### REQUIRED ACTION
Only the stretch of the listing below that runs from the line with "var edges = a.ScoreBins.Take(a.ScoreBins.Count" through the line with "var expected = characteristics[i];" is to be printed, exactly and with both ends.

%%

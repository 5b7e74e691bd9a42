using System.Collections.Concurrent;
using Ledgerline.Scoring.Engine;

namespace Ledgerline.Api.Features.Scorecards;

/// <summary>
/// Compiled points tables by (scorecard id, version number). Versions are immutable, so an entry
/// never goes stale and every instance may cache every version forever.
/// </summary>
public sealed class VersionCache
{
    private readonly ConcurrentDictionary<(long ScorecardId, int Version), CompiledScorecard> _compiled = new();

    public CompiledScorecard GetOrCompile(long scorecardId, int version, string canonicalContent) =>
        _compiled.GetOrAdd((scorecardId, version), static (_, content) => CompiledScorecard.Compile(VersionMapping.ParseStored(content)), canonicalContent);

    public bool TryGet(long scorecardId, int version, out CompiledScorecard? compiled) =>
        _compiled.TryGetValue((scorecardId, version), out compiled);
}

%%
%%

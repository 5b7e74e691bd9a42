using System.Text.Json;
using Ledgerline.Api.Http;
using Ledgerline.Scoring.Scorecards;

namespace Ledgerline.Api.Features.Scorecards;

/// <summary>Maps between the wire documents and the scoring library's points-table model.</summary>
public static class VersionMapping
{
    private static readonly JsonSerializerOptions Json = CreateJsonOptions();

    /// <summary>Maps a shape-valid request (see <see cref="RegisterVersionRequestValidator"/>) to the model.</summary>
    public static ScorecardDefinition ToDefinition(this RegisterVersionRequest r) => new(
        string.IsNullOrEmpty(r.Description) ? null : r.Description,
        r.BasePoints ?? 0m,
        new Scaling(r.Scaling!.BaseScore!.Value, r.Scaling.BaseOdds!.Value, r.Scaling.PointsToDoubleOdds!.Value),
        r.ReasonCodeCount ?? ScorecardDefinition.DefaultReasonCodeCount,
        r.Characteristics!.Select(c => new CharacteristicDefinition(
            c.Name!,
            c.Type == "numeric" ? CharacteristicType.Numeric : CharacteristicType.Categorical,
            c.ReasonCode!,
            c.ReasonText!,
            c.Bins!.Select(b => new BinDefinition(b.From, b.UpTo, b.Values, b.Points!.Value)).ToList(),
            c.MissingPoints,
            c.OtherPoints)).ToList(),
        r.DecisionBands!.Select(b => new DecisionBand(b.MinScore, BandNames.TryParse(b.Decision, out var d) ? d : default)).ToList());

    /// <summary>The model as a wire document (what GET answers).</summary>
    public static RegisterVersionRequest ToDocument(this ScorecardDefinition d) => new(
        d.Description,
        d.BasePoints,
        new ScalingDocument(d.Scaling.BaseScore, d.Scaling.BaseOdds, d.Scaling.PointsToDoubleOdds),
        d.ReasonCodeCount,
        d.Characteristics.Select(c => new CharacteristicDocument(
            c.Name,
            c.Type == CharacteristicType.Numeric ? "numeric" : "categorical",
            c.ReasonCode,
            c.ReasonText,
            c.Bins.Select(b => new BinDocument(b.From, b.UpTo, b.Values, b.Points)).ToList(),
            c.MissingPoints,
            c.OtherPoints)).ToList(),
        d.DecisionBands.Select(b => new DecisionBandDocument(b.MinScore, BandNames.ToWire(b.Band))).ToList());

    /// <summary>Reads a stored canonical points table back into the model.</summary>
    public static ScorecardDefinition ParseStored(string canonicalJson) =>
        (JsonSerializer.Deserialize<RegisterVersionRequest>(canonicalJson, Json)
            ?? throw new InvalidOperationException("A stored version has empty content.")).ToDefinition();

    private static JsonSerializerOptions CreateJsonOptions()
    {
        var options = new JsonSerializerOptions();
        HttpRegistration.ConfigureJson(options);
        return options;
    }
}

%%
%%

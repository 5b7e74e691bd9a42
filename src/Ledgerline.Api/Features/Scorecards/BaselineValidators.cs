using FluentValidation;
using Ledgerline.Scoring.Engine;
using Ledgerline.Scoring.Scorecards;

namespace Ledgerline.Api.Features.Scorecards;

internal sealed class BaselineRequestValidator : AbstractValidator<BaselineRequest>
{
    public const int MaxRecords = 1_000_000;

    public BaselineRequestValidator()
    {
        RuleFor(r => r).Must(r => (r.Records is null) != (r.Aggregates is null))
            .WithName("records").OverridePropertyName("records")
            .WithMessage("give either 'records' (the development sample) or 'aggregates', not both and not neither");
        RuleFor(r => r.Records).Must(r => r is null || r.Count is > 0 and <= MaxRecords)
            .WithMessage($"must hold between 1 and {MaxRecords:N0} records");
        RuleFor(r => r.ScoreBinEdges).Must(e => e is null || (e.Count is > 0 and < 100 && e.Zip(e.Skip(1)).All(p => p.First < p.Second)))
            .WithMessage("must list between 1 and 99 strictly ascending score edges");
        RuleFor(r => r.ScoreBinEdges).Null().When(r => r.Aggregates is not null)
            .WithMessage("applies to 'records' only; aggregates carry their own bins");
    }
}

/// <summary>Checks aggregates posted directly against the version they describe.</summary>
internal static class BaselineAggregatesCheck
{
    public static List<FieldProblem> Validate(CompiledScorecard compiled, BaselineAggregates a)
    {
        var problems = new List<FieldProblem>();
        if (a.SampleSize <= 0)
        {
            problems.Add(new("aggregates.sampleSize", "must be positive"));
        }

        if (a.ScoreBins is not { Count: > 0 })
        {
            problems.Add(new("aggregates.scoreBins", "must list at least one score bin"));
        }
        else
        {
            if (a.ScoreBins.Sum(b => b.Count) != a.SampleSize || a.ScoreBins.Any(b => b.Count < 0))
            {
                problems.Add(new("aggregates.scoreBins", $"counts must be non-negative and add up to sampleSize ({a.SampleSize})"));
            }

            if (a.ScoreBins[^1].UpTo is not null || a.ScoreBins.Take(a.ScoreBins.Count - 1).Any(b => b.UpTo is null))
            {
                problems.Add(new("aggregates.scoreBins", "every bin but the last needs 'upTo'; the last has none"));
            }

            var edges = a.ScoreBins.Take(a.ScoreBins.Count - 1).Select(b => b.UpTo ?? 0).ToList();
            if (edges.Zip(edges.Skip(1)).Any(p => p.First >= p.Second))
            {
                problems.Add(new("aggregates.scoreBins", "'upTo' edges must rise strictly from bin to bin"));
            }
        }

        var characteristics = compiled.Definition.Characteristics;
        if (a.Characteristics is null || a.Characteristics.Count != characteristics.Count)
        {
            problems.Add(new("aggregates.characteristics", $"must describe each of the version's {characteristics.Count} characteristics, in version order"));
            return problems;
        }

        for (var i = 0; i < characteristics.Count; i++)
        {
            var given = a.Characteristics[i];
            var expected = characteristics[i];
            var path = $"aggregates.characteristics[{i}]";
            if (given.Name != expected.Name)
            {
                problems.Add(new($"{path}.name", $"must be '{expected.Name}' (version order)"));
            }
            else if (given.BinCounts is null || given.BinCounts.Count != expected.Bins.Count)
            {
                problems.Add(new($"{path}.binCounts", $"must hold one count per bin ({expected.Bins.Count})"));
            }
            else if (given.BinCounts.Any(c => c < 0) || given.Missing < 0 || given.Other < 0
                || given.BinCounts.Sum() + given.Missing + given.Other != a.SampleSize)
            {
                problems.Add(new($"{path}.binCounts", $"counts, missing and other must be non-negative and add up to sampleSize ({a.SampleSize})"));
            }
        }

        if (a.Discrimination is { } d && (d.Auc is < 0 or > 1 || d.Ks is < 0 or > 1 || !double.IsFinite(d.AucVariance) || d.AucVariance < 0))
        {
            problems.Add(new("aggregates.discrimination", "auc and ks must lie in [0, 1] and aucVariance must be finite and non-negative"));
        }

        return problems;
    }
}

%%

### ANSWER FOR THIS EXERCISE
            var edges = a.ScoreBins.Take(a.ScoreBins.Count - 1).Select(b => b.UpTo ?? 0).ToList();
            if (edges.Zip(edges.Skip(1)).Any(p => p.First >= p.Second))
            {
                problems.Add(new("aggregates.scoreBins", "'upTo' edges must rise strictly from bin to bin"));
            }
        }

        var characteristics = compiled.Definition.Characteristics;
        if (a.Characteristics is null || a.Characteristics.Count != characteristics.Count)
        {
            problems.Add(new("aggregates.characteristics", $"must describe each of the version's {characteristics.Count} characteristics, in version order"));
            return problems;
        }

        for (var i = 0; i < characteristics.Count; i++)
        {
            var given = a.Characteristics[i];
            var expected = characteristics[i];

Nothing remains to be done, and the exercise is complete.